(EXERCISE REQUIREMENTS): The data below holds a line containing "with paths relative to the model." and a line containing "its stored name."; please quote exactly those two lines and every line between them, and nothing else.

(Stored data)
━━━━━━━━━━━━━━━━━━━━━━━━━━━━━━

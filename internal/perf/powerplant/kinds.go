package powerplant

import (
	"encoding/json"

	"legwright/internal/perf/input"
)

// A Model is a powerplant as a user describes it.
type Model interface {
	// Build assembles the powerplant; errors are input errors with paths relative to the model.
	Build() (Powerplant, error)
	// Stores is the energy aboard at the start.
	Stores() Stores
	// InstalledMass is the dry mass of the powerplant in kg.
	InstalledMass() float64
	// Weighs lists the inputs that decide mass, by paths relative to the model.
	Weighs() []string
	clone() Model
}

// A Kind is an entry in the list of powerplants on offer.
type Kind struct {
	Name  string // stored in documents; never reused
	Label string
	New   func() Model // typical values: the form's defaults and the subject of the contract test
}

// Kinds lists every powerplant kind. To add one, write its file and add a line.
var Kinds = []Kind{
	{"piston-propeller", "Piston engine and propeller", func() Model { return typicalPiston() }},
}

// Lookup finds a kind by its stored name.
func Lookup(name string) (Kind, bool) {
	for _, k := range Kinds {
		if k.Name == name {
			return k, true
		}
	}
	return Kind{}, false
}

// Spec is the powerplant of a variant: its kind and the kind's own inputs.
type Spec struct {
	Kind  string `json:"kind"`
	Model Model  `json:"values"`
}

type wire struct {
	Kind   string          `json:"kind"`
	Values json.RawMessage `json:"values"`
}

// MarshalJSON writes {"kind": …, "values": …}.
func (s Spec) MarshalJSON() ([]byte, error) {
	values, err := json.Marshal(s.Model)
	if err != nil {
		return nil, err
	}
	return json.Marshal(wire{s.Kind, values})
}

// UnmarshalJSON reads what MarshalJSON writes; an unknown kind is an input error.
func (s *Spec) UnmarshalJSON(text []byte) error {
	var w wire
	if err := json.Unmarshal(text, &w); err != nil {
		return err
	}
	k, ok := Lookup(w.Kind)
	if !ok {
		return &input.Error{Path: "kind", Text: w.Kind, Accepts: kindNames(), Err: input.ErrChoice}
	}
	m := k.New()
	if err := json.Unmarshal(w.Values, m); err != nil {
		return err
	}
	s.Kind, s.Model = w.Kind, m
	return nil
}

func kindNames() string {
	text := ""
	for i, k := range Kinds {
		if i > 0 {
			text += ", "
		}
		text += k.Name
	}
	return text
}

// Clone copies s so that the copy shares nothing with it.
func (s Spec) Clone() Spec {
	if s.Model != nil {
		s.Model = s.Model.clone()
	}
	return s
}

// typicalPiston is an invented engine of a light two-seater with an invented
// propeller; every value is a placeholder.
func typicalPiston() *PistonPropeller {
	return &PistonPropeller{
		Mass: 95,
		Engine: PistonEngine{
			PowerGiven: ByRating, RatedPower: 75e3, RatedSpeed: 45, Redline: 46,
			PowerCurve: [][]float64{{30, 50e3}, {40, 68e3}, {46, 76e3}}, GearRatio: 1, InstallationLoss: 0.03, AccessoryPower: 500,
			ConsumptionGiven: ByConstant, Consumption: 8.1e-8, ConsumptionCurve: [][]float64{{0.3, 9.5e-8}, {0.6, 8.2e-8}, {1, 8.6e-8}}, IdleFlow: 8e-4,
		},
		Propeller: Propeller{
			Kind: FixedPitch, Diameter: 1.75, Speed: 45, LossFactor: 0.85,
			Coefficients: [][]float64{
				{0, 0.104, 0.059}, {0.1, 0.102, 0.0593}, {0.2, 0.098, 0.0585}, {0.3, 0.0915, 0.0578}, {0.4, 0.083, 0.0558},
				{0.5, 0.0725, 0.0525}, {0.6, 0.06, 0.0477}, {0.7, 0.046, 0.0408}, {0.8, 0.0315, 0.0321}, {0.85, 0.0236, 0.0267},
				{0.9, 0.0155, 0.021}, {0.96, 0.005, 0.0141}, {1, -0.0025, 0.0098}, {1.08, -0.0135, 0.0012},
			},
		},
		Fuel: FuelTank{Kind: "avgas-100ll", FuelGiven: ByVolume, Volume: 0.09, Capacity: 0.1, Unusable: 0.002, Mass: 64.8, Density: 720},
	}
}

━━━━━━━━━━━━━━━━━━━━━━━━━━━━━━

(RESPONSE):
	// Build assembles the powerplant; errors are input errors with paths relative to the model.
	Build() (Powerplant, error)
	// Stores is the energy aboard at the start.
	Stores() Stores
	// InstalledMass is the dry mass of the powerplant in kg.
	InstalledMass() float64
	// Weighs lists the inputs that decide mass, by paths relative to the model.
	Weighs() []string
	clone() Model
}

// A Kind is an entry in the list of powerplants on offer.
type Kind struct {
	Name  string // stored in documents; never reused
	Label string
	New   func() Model // typical values: the form's defaults and the subject of the contract test
}

// Kinds lists every powerplant kind. To add one, write its file and add a line.
var Kinds = []Kind{
	{"piston-propeller", "Piston engine and propeller", func() Model { return typicalPiston() }},
}

// Lookup finds a kind by its stored name.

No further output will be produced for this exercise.